Model Output Examples
We noticed that some of the harder questions were ones that required synthesizing content across multiple sections in the context provided. In this question, we ask how much money is made available in the credit agreement and in what currencies it can be accessed.
A perfect answer needs to mention that 400 million is available in a mix of USD and CAD but with a cap of 50 million available in CAD. Opus and Gemini were able to produce answers like this. GPT4 only gave the total amount available, saying that it was could be funded in USD or CAD without specifying the limit for CAD. Llama 3.1 405B also successfully mentions the sublimit for Canadian Dollars.
The following is the prompt that was provided to all models. The original input included 2 full pages from the credit agreement. For readability, only a subsection of the context is included.
Q
What is the total amount available through the Revolving Credit Facility (RCF) as specified in the credit agreement, and in which currencies can it be funded? Answer concisely in less than 3 sentences.
A
According to the credit agreement, the total amount available through the Revolving Credit Facility is $400,000,000. The Revolving Credit Loans can be funded in either U.S. Dollars or Canadian Dollars, with a sublimit of $50,000,000 for the portion denominated in Canadian Dollars.
CORRECT
Additional Notes
Context Window
Each large language model has a “context window” which refers to the input space in which text can be provided for the model to use. Different models have different maximum input sizes which limit the amount of text that can be provided.
For these tests, we ensured that we only provided as much input text as the model with the smallest context window could handle. This was 4096 tokens (word fragments that models take as inputs) or roughly 2-4 pages. We made sure that the pages provided in the context alongside each question were sufficient to give the correct answer.
It’s worth noting that in industry uses of these models, lawyers and analysts will likely want to submit the entire credit agreement for review, rather than doing the initial work to find pages relevant to their query.
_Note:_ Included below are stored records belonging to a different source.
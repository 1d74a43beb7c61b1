package agreement

import (
	"fmt"
	"math"
	"slices"
	"strings"
)

// Warning is something to be said with the result, not a failure.
type Warning struct {
	Code string // fixed, for programs: "prevalence"
	Text string // for people
}

// Error returns the text.
func (w Warning) Error() string { return w.Text }

const (
	// Kappa is called misleading when one category holds at least this share
	// of the calls and AC1, which does not suffer from that, is higher by at
	// least prevalenceGap. Our own choice, no source; the paradox itself is
	// Feinstein & Cicchetti's (Journal of Clinical Epidemiology 43 (1990) 543–549).
	prevalentShare = 0.8
	prevalenceGap  = 0.1
)

// prevailing returns the share of the commonest category of what a coefficient
// compares, and whether it is so large that the coefficient is pulled down by
// it: AC1 of the same calls, which is not, is higher by far. The share is 0
// where it is not.
func prevailing(c coefficient, sums []float64, value float64) (float64, bool) {
	shares := c.shares(sums)
	if len(shares) < 2 || slices.Max(shares) < prevalentShare {
		return 0, false
	}
	observed, _, _ := c.disagreements(sums)
	var S float64
	for _, p := range shares {
		S += p * p
	}
	ac1 := 1 - observed/(1-(1-S)/float64(len(shares)-1))
	if ac1-value < prevalenceGap {
		return 0, false
	}
	return slices.Max(shares), true
}

func (s *study) warnings(a *Analysis) []Warning {
	return slices.Concat(s.prevalence(a), s.fewResamples(), s.notResampled())
}

// enough is how many resamples the confidence asks for. The last digits of a
// confidence such as 0.9999 are not to ask for one more.
func (s *study) enough() int {
	tail := (1 - s.opt.Confidence) / 2
	return int(math.Ceil(fewestBeyond / tail * (1 - 1e-9)))
}

// fewResamples warns where the confidence asks for quantiles that so few
// resamples do not have.
func (s *study) fewResamples() []Warning {
	if s.intervals.Resampled == 0 || s.opt.Resamples >= s.enough() {
		return nil
	}
	do := fmt.Sprintf("Ask for %d or more.", s.enough())
	if s.enough() > s.most() {
		do = fmt.Sprintf("%d would be enough, but take too long: ask for none, for linearised intervals, or for less confidence.", s.enough())
	}
	return []Warning{{"few_resamples", fmt.Sprintf(
		"%d resamples are too few for limits of kappas at %.10g %%: fewer than %d lie beyond each. %s",
		s.opt.Resamples, 100*s.opt.Confidence, fewestBeyond, do)}}
}

// notResampled warns where resamples were asked for and are beyond the bounds.
func (s *study) notResampled() []Warning {
	most, n := s.most(), s.dear
	if !s.wanted || n == 0 || s.opt.Resamples <= most {
		return nil
	}
	text := fmt.Sprintf("The intervals of %d of the %d kappas and coefficients that were to be resampled are linearised: %d resamples of this study would take too much time or memory.",
		n, n+s.intervals.Resampled, s.opt.Resamples)
	if most >= max(s.enough(), fewestResamples) {
		text += fmt.Sprintf(" Ask for %d or fewer.", most)
	}
	return []Warning{{"not_resampled", text}}
}

// prevalence warns of the kappas that are pulled down, each by the calls that
// it compares itself.
func (s *study) prevalence(a *Analysis) []Warning {
	var within, pairs, against affected
	for i, w := range a.Within {
		within.add(w.Kappa, s.name(i))
	}
	for _, p := range a.Between.Pairs {
		pairs.add(p.Kappa, s.name(p.A)+" with "+s.name(p.B))
	}
	for i, g := range a.Against {
		against.add(g.Kappa, s.name(i))
	}
	var together affected
	if s.Appraisers() > 1 { // else these are the same again
		together.add(a.Between.DifferentAppraisers, "")
		together.add(a.Between.SameAppraiser, "")
		together.add(a.Between.Fleiss, "")
		if a.All != nil {
			together.add(a.All.Kappa, "")
		}
	}
	var kappas []string
	for _, g := range []struct {
		affected
		of              int
		each, kind, all string
	}{
		{within, len(a.Within), "within ", "appraisers", "within appraisers"},
		{pairs, len(a.Between.Pairs), "of ", "pairs of appraisers", "of each two appraisers"},
		{against, len(a.Against), "against the reference of ", "appraisers", "against the reference"},
		{together, len(together.names), "", "", "of all appraisers together"},
	} {
		switch n := len(g.names); {
		case n == 0:
		case n == g.of && (n > 1 || g.each == ""):
			kappas = append(kappas, g.all)
		default:
			kappas = append(kappas, g.each+g.who(g.kind))
		}
	}
	if len(kappas) == 0 {
		return nil
	}
	beside := "the shares of parts"
	if ac1 := a.Between.AC1; a.Between.Fleiss.Prevalent && ac1.Absent == nil {
		beside += fmt.Sprintf(" and AC1 (%.2f)", ac1.Value)
	}
	shares := affected{shares: slices.Concat(within.shares, pairs.shares, against.shares, together.shares)}
	return []Warning{{"prevalence", fmt.Sprintf(
		"One category holds %s of the calls compared and pulls down kappa %s: it understates the agreement. Read it beside %s.", shares.extent(), list(kappas), beside)}}
}

// affected are kappas of one kind that are pulled down.
type affected struct {
	names  []string
	shares []float64 // of the commonest category
}

func (g *affected) add(e Estimate, name string) {
	if e.Prevalent {
		g.names = append(g.names, name)
		g.shares = append(g.shares, e.Prevailing)
	}
}

// who names those affected, or says how many there are.
func (g affected) who(kind string) string {
	const most = 4
	if len(g.names) > most {
		return fmt.Sprintf("%d %s", len(g.names), kind)
	}
	return list(g.names)
}

// extent is the share of the commonest category, or from where to where it
// goes, cut down to a tenth of a percent: 99.96 % are not all.
func (g affected) extent() string {
	percent := func(x float64) float64 { return math.Floor(1000*x+1e-9) / 10 }
	least, largest := percent(slices.Min(g.shares)), percent(slices.Max(g.shares))
	if least == largest {
		return fmt.Sprintf("%.3g %%", least)
	}
	return fmt.Sprintf("%.3g to %.3g %%", least, largest)
}

// name is an appraiser's name, or number where it has none.
func (s *study) name(appraiser int) string {
	if len(s.opt.Names) > 0 {
		return s.opt.Names[appraiser]
	}
	return fmt.Sprintf("appraiser %d", appraiser+1)
}

func list(names []string) string {
	if len(names) < 2 {
		return strings.Join(names, "")
	}
	last := len(names) - 1
	return strings.Join(names[:last], ", ") + " and " + names[last]
}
However, credit agreements can easily be 300 pages, and would not fit in the context window of these popular language models.
Long Context Models
The context passed into every model was relatively limited, because context window size varied widely between models. However, The Gemini 1.5 model and some privately supported versions of Claude 3 have 1 million token context windows which can support reading and answering questions about full credit agreements. We plan to design a task specifically to test long-context capabilities on the subset of models that can support it.
Retrieval-Augmented Generation (RAG)
Alternatively, RAG technique has gained considerable popularity and is being further refined. This method breaks up long documents and databases into “chunks” which are first retrieved, and then passed to the model as context. This is another area of evaluation we may explore further.